WHAT YOU SHOULD DO
Below are the records; output them exactly from the first line through the line with "measuring process; for", stopping there.

─── RECORDS SHOWN

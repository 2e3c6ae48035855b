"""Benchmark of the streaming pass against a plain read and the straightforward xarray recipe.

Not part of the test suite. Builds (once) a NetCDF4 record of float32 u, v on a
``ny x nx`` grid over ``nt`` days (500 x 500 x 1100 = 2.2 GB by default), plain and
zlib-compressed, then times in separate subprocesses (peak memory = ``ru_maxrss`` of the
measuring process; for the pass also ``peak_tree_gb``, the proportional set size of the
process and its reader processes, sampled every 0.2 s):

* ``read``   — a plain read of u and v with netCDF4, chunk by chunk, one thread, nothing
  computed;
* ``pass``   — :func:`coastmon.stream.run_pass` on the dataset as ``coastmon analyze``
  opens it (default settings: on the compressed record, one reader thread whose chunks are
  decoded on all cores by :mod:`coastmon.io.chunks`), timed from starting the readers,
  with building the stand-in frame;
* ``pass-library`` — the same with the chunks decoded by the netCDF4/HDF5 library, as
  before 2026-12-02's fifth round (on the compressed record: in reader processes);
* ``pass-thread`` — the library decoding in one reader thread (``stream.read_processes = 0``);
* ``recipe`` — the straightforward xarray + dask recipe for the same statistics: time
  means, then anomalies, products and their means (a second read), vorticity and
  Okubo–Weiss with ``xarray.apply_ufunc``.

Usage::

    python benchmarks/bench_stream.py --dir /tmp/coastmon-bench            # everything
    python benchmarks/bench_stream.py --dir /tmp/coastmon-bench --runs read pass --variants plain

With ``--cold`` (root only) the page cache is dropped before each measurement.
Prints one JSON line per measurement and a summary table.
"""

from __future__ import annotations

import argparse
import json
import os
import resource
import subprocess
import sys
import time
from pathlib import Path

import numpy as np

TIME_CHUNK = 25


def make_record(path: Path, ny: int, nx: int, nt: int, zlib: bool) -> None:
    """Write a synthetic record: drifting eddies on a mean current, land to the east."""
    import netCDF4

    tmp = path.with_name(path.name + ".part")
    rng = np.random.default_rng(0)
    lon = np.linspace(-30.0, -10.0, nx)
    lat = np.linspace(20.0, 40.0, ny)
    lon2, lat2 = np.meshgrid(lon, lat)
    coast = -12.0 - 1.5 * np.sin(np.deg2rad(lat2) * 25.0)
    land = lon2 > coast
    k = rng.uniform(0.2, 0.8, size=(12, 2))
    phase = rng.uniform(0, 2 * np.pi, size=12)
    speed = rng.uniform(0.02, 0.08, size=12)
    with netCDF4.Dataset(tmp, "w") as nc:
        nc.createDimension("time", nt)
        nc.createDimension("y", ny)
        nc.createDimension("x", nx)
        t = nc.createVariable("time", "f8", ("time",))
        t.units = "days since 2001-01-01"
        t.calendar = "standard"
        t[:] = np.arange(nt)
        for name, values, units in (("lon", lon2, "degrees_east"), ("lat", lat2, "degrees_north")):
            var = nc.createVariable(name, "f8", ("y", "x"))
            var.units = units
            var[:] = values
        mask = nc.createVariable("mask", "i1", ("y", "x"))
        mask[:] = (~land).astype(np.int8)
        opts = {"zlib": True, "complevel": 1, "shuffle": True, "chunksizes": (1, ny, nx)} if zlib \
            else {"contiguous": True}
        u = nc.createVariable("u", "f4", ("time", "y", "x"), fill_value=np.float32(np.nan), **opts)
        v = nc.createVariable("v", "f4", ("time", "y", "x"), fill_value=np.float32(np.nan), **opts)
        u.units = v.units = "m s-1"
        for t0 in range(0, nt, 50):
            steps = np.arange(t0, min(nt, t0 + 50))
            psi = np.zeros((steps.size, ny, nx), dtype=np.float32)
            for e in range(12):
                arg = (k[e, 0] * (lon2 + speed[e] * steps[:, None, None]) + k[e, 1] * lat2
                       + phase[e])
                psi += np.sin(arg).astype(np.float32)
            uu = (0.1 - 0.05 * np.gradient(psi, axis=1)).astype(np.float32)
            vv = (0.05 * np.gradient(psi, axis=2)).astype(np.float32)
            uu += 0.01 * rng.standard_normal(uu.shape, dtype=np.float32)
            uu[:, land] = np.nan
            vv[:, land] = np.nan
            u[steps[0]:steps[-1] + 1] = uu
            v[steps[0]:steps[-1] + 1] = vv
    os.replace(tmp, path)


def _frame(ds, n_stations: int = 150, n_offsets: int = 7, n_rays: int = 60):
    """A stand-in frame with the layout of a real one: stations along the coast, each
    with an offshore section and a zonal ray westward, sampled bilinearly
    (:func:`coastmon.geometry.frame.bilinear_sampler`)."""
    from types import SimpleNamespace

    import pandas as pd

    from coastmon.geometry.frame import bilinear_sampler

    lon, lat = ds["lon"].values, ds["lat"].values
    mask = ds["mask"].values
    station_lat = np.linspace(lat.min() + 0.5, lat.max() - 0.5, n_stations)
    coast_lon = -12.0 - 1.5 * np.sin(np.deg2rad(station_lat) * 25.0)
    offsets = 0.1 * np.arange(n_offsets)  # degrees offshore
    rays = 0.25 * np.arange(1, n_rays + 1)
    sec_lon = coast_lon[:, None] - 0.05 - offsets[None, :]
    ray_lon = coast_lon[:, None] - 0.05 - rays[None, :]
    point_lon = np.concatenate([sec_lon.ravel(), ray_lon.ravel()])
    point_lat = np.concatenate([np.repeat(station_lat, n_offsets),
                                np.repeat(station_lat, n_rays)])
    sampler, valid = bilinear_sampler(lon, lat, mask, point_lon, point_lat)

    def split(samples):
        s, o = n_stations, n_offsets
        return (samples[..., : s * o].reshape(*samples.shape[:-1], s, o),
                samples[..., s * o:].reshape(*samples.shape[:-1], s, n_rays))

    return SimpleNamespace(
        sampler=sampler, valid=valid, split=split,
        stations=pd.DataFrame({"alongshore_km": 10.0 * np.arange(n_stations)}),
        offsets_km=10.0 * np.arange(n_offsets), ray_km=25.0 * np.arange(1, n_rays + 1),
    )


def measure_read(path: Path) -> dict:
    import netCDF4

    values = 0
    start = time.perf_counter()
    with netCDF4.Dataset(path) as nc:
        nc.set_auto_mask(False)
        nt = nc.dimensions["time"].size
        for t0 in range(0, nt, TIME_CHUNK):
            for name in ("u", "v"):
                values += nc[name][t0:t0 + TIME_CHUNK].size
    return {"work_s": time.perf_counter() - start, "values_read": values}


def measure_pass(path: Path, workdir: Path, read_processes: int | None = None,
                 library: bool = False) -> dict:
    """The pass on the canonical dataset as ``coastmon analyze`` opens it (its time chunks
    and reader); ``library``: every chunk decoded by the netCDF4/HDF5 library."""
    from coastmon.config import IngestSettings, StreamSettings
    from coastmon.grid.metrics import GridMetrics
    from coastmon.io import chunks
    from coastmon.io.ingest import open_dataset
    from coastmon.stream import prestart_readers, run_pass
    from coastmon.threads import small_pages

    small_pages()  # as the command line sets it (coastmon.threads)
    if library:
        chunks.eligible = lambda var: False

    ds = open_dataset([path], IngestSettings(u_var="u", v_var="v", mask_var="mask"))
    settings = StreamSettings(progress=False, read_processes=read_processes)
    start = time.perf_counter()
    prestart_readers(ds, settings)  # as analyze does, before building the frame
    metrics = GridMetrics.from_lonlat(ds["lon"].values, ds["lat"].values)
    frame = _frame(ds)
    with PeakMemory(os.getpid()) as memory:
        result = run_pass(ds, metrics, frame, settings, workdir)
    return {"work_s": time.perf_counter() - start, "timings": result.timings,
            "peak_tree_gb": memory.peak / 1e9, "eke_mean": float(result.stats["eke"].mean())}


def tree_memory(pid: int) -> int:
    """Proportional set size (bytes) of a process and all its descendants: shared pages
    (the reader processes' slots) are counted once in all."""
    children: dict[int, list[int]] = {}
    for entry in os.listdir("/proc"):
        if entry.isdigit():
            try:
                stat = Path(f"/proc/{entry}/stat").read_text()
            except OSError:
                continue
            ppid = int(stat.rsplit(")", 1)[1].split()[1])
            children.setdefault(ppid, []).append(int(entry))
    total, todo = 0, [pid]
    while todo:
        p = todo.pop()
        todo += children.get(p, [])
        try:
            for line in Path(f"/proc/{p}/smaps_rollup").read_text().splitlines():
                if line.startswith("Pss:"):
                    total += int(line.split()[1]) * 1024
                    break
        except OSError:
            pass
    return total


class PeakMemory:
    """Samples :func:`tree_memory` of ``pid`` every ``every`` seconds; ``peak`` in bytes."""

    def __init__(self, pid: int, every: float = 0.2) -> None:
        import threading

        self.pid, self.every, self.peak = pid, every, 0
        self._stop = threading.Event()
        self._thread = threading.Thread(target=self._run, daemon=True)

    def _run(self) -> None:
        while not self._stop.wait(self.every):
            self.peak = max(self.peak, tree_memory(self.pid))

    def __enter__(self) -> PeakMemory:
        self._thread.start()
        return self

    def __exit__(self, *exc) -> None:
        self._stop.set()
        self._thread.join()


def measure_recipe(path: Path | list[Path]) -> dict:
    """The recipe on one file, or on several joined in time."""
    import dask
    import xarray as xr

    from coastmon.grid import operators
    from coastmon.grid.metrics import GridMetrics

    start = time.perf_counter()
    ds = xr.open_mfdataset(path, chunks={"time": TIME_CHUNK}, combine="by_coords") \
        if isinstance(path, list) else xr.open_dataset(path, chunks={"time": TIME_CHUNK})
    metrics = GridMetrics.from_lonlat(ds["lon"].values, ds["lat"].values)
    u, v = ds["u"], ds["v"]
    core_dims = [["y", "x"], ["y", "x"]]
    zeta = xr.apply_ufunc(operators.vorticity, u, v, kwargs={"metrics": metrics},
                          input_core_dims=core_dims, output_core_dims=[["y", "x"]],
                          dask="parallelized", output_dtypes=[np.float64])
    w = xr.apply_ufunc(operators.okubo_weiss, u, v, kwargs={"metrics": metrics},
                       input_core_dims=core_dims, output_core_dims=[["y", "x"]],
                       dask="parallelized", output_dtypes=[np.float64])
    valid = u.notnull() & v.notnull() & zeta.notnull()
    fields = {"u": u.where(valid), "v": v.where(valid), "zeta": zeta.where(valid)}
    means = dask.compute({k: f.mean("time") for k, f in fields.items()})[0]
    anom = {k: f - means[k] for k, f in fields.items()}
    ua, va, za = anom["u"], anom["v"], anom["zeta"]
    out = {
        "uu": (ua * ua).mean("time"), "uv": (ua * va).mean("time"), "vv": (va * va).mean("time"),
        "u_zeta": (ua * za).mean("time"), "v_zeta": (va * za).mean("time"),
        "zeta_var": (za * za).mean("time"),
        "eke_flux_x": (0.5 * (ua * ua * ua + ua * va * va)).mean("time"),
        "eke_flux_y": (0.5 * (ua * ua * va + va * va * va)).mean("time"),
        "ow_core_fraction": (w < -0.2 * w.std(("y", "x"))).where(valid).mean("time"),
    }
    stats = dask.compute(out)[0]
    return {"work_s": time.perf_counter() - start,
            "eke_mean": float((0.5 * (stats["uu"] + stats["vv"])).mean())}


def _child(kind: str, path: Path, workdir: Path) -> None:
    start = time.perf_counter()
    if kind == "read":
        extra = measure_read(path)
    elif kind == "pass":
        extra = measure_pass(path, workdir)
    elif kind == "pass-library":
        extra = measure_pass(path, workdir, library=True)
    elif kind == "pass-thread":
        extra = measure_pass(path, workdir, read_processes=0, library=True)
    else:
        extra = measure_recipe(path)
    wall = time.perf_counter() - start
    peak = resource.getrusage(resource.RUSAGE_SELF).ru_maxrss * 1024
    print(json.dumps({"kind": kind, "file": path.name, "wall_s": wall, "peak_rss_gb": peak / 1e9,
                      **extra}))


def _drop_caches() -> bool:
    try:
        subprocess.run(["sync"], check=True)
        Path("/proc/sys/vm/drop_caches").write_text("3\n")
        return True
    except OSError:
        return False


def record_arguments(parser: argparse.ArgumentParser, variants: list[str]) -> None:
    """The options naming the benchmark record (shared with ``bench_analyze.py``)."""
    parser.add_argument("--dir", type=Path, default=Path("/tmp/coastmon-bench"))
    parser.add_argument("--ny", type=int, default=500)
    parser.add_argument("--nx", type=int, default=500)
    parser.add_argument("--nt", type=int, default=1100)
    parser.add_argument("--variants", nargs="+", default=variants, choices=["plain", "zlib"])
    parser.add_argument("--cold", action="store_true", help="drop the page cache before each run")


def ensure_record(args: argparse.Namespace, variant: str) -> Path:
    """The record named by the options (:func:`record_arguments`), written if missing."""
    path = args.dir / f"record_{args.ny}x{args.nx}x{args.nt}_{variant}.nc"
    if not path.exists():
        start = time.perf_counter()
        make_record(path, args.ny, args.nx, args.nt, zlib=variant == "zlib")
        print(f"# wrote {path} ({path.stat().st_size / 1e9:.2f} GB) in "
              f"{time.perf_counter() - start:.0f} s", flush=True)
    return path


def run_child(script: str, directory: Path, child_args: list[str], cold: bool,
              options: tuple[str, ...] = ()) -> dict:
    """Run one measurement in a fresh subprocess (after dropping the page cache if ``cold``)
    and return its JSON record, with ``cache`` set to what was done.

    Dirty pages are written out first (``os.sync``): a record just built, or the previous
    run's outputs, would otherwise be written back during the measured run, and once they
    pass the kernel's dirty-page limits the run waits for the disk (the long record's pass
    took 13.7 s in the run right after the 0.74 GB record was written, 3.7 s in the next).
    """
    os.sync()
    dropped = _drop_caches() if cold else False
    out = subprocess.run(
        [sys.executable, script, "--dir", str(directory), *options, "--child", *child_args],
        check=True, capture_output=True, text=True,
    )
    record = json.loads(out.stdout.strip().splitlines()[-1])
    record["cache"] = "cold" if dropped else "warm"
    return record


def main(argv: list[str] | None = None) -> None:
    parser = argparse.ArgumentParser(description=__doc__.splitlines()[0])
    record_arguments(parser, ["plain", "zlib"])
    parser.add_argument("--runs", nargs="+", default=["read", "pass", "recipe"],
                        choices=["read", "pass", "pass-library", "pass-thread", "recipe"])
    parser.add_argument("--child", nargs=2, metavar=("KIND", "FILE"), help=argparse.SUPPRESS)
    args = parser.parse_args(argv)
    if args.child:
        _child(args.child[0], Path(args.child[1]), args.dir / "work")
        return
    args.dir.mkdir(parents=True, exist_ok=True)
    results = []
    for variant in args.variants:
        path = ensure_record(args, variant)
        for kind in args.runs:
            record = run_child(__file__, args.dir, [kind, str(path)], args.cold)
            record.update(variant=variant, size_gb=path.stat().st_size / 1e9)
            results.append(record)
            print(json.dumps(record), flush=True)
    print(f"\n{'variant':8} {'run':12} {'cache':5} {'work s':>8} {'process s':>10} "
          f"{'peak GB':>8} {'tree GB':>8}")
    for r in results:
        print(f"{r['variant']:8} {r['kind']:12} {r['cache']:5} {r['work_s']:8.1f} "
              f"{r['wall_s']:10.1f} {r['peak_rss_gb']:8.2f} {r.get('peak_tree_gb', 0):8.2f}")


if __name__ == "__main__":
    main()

──────

SOLUTION FOR THIS PROBLEM
repository 2e3c6ae48035855b
"""Benchmark of the streaming pass against a plain read and the straightforward xarray recipe.

Not part of the test suite. Builds (once) a NetCDF4 record of float32 u, v on a
``ny x nx`` grid over ``nt`` days (500 x 500 x 1100 = 2.2 GB by default), plain and
zlib-compressed, then times in separate subprocesses (peak memory = ``ru_maxrss`` of the
measuring process; for the pass also ``peak_tree_gb``, the proportional set size of the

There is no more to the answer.